* TASK TO CARRY OUT:
Below is a listing; restate from it, character for character, the lines beginning at the line holding "params := c.Curve.Params()" and ending at the line holding "quadratics, by the", both included.

|---|

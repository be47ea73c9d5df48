package job

import (
	"bytes"
	"errors"
	"fmt"
	"math"
	"os"
	"path/filepath"
	"sort"
	"strconv"
	"strings"

	"github.com/pelletier/go-toml/v2"

	"github.com/regdrift/regdrift/panel"
	"github.com/regdrift/regdrift/panel/section"
	"github.com/regdrift/regdrift/panel/textfile"
	"github.com/regdrift/regdrift/panel/unit"
	"github.com/regdrift/regdrift/registration"
)

// Raw job-file shapes. Dimensional values are decoded as any so that a bare
// number is reported as a missing unit rather than a type mismatch.
type rawJob struct {
	Title       string           `toml:"title"`
	Include     []string         `toml:"include"`
	Panel       *rawPanel        `toml:"panel"`
	Stackup     *rawStackup      `toml:"stackup"`
	Section     []rawSection     `toml:"section"`
	Part        []rawPart        `toml:"part"`
	Array       []rawArray       `toml:"array"`
	Contributor []map[string]any `toml:"contributor"`
	Variation   []map[string]any `toml:"variation"`
	Sites       []rawSites       `toml:"sites"`
}

type rawPanel struct {
	Size   []any `toml:"size"`
	Border any   `toml:"border"`
	Datum  []any `toml:"datum"`
}

type rawStackup struct {
	Layers []map[string]any `toml:"layers"`
	Mask   map[string]any   `toml:"mask"`
}

type rawSection struct {
	Name         string         `toml:"name"`
	Traces       []rawTrace     `toml:"traces"`
	Grounds      []string       `toml:"grounds"`
	Frequency    any            `toml:"frequency"`
	Length       any            `toml:"length"`
	ZRef         any            `toml:"z_ref"`
	Spec         map[string]any `toml:"spec"`
	DesignOffset any            `toml:"design_offset"`
}

type rawTrace struct {
	Layer string `toml:"layer"`
	Width any    `toml:"width"`
	Etch  any    `toml:"etch"`
	X     any    `toml:"x"`
}
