// perturbedSection returns a copy of c's section with binding b's
// parameters moved by dp[b] and the coupled length held at the curve's.
func perturbedSection(c *Curve, bind []process.Binding, dp []float64) *section.Section {
	params := c.Curve.Params()
	s := c.Section.Perturbed(params[0], 0) // a copy
	for b, bd := range bind {
		for _, pk := range bd.Params {
			s = s.Perturbed(params[pk], dp[b])
		}
	}
	s.Length = c.Curve.Length
	return s
}

// windowQuad returns P(lo ≤ m + s·t + q·t² ≤ hi) for t standard normal
// (s ≥ 0): the probabilities of the t between the roots of the two
// quadratics, by the roots' stable form (Press et al., Numerical Recipes,
// 3rd ed., §5.6: Q = −(s + √D)/2, roots Q/q and c/Q), which keeps the root
// near (L − m)/s exact as q → 0, where the function becomes windowOf.
func windowQuad(m, s, q, lo, hi float64) float64 { return windowQuadOf(nil, m, s, q, lo, hi) }

// windowQuadOf is windowQuad for t distributed as d, symmetric about 0
// (nil: standard normal; variation_uniform.go): the roots do not depend
// on t's distribution, only the probabilities between them.
func windowQuadOf(d *boxNormal, m, s, q, lo, hi float64) float64 {
	if q == 0 {
		return windowOf(d, m, s*s, lo, hi)
	}
	// The common case: both far roots (Q/q, beyond far when the
	// curvature is small against the slope) leave the CDF there 0 or 1,
	// and P(coupling ≤ L) = F(near root): windowOf's own form.
	far := d.far()
	dh, dl := s*s-4*q*(m-hi), s*s-4*q*(m-lo)
	if dh >= 0 && dl >= 0 {
		qh, ql := -(s+math.Sqrt(dh))/2, -(s+math.Sqrt(dl))/2
		lim := -far * math.Abs(q) // Q ≤ 0: the far root beyond far when Q ≤ lim
		if qh <= lim && ql <= lim {
			return math.Max(0, d.cdf((m-hi)/qh)-d.cdf((m-lo)/ql))
		}
	}
	return math.Min(1, math.Max(0, quadBelow(d, m, s, q, hi)-quadBelow(d, m, s, q, lo)))
}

|---|

* RESPONSE TO THE EXERCISE:
	params := c.Curve.Params()
	s := c.Section.Perturbed(params[0], 0) // a copy
	for b, bd := range bind {
		for _, pk := range bd.Params {
			s = s.Perturbed(params[pk], dp[b])
		}
	}
	s.Length = c.Curve.Length
	return s
}

// windowQuad returns P(lo ≤ m + s·t + q·t² ≤ hi) for t standard normal
// (s ≥ 0): the probabilities of the t between the roots of the two
// quadratics, by the roots' stable form (Press et al., Numerical Recipes,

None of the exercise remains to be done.